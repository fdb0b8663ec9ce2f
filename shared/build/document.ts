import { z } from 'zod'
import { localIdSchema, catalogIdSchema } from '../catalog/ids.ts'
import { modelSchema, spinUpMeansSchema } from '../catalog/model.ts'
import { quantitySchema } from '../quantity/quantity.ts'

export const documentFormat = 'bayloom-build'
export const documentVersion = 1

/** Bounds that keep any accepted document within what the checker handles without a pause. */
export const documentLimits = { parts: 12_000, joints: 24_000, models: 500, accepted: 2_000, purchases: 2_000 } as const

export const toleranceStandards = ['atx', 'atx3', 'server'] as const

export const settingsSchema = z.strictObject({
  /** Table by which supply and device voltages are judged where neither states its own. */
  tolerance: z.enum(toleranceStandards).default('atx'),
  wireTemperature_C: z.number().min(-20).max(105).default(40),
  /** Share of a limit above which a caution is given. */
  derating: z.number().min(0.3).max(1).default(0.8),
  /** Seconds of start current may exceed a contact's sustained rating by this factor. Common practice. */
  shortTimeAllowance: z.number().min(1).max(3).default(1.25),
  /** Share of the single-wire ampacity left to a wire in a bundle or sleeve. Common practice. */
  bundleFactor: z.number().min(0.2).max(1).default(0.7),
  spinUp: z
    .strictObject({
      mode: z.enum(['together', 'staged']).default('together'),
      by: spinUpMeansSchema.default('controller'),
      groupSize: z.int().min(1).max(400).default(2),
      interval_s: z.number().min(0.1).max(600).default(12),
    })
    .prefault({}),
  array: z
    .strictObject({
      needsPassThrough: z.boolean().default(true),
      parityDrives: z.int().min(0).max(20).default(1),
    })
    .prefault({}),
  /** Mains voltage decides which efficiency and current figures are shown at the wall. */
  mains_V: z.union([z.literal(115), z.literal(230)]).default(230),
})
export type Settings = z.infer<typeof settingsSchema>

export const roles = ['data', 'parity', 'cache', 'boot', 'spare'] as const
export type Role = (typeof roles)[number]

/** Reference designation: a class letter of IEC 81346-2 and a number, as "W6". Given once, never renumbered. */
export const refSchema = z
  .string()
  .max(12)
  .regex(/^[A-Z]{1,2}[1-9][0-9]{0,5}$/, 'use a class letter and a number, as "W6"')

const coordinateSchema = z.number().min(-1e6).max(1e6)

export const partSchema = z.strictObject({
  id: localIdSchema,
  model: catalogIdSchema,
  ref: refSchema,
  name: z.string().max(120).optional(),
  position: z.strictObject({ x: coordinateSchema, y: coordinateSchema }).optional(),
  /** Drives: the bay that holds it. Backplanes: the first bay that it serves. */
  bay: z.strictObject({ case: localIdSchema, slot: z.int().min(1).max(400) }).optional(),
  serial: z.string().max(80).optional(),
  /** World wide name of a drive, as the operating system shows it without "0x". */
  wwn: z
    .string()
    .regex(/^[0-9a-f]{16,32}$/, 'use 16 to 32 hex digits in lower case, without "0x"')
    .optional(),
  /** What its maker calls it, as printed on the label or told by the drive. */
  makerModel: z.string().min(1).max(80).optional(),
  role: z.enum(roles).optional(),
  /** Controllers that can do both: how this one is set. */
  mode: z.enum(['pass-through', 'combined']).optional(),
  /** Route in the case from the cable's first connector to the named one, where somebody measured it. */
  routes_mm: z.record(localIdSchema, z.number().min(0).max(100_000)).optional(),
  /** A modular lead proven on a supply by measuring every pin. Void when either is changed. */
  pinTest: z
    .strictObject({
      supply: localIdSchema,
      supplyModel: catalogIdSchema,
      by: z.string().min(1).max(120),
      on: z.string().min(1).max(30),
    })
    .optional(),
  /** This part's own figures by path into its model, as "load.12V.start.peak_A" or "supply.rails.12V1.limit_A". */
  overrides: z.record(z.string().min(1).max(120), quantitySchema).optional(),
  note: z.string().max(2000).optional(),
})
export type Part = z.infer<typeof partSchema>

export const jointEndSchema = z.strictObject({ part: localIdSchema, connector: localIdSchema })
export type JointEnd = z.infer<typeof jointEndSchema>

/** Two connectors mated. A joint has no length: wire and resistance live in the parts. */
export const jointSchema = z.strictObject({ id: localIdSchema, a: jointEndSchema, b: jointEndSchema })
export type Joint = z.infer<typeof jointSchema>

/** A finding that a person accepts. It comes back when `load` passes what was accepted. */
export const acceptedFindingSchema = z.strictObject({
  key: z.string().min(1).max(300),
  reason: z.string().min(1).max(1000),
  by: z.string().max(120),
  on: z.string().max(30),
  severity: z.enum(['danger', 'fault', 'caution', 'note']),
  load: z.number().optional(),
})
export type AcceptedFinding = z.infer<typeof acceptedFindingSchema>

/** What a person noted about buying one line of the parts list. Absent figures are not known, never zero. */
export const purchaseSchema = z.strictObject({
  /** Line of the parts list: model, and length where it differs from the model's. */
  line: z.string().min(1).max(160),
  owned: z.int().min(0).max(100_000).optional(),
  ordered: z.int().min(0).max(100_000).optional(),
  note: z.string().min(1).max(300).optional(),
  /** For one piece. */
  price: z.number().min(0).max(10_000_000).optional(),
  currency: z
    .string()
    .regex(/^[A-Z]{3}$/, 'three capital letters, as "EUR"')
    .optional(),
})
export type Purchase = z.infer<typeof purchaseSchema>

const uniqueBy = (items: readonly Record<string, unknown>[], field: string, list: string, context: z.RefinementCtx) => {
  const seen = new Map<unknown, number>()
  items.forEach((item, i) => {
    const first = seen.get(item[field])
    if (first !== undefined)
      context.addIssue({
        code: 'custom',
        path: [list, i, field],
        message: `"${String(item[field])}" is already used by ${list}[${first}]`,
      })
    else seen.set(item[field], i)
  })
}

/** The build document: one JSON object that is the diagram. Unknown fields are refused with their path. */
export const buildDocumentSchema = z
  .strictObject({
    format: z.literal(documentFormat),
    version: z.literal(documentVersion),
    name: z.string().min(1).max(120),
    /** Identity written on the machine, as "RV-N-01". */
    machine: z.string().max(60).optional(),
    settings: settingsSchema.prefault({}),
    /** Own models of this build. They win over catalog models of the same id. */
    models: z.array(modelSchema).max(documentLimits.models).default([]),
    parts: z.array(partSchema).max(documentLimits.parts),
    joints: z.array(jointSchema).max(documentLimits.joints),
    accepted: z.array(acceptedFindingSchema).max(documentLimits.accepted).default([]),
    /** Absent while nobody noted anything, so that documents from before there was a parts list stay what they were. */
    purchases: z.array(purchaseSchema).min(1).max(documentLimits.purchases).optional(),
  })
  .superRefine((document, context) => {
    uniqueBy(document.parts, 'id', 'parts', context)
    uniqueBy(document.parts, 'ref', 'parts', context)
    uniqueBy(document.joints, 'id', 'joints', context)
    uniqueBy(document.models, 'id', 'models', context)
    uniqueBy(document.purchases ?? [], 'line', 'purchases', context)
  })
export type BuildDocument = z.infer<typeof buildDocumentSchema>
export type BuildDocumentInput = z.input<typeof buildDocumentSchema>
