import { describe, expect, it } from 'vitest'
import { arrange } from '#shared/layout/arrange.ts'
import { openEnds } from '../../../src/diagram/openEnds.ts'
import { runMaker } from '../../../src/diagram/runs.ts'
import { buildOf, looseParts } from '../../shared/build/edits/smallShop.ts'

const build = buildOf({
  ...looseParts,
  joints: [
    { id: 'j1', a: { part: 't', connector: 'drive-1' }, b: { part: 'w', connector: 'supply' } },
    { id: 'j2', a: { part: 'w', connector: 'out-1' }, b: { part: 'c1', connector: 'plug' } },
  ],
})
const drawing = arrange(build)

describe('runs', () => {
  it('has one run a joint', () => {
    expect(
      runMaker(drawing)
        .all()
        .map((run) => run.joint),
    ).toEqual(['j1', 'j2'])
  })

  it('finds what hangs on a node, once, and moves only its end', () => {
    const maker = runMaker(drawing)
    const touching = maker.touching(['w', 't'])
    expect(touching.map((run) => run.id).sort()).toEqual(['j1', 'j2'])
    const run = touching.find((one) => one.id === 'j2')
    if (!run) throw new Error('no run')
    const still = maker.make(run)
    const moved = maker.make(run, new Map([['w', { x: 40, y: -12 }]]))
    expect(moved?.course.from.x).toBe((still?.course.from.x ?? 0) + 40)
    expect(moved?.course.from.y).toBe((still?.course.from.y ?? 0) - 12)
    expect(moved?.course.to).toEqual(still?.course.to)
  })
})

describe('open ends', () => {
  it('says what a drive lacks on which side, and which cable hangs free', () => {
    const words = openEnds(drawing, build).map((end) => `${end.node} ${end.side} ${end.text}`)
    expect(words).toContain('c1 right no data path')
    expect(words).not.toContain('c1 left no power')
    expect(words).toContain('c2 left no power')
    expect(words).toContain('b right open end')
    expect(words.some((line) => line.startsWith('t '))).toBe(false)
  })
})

**Assignment:** If a line in the records above has the word "person", copy it out.

**Response to this exercise:**
/** A finding that a person accepts. It comes back when `load` passes what was accepted. */
/** What a person noted about buying one line of the parts list. Absent figures are not known, never zero. */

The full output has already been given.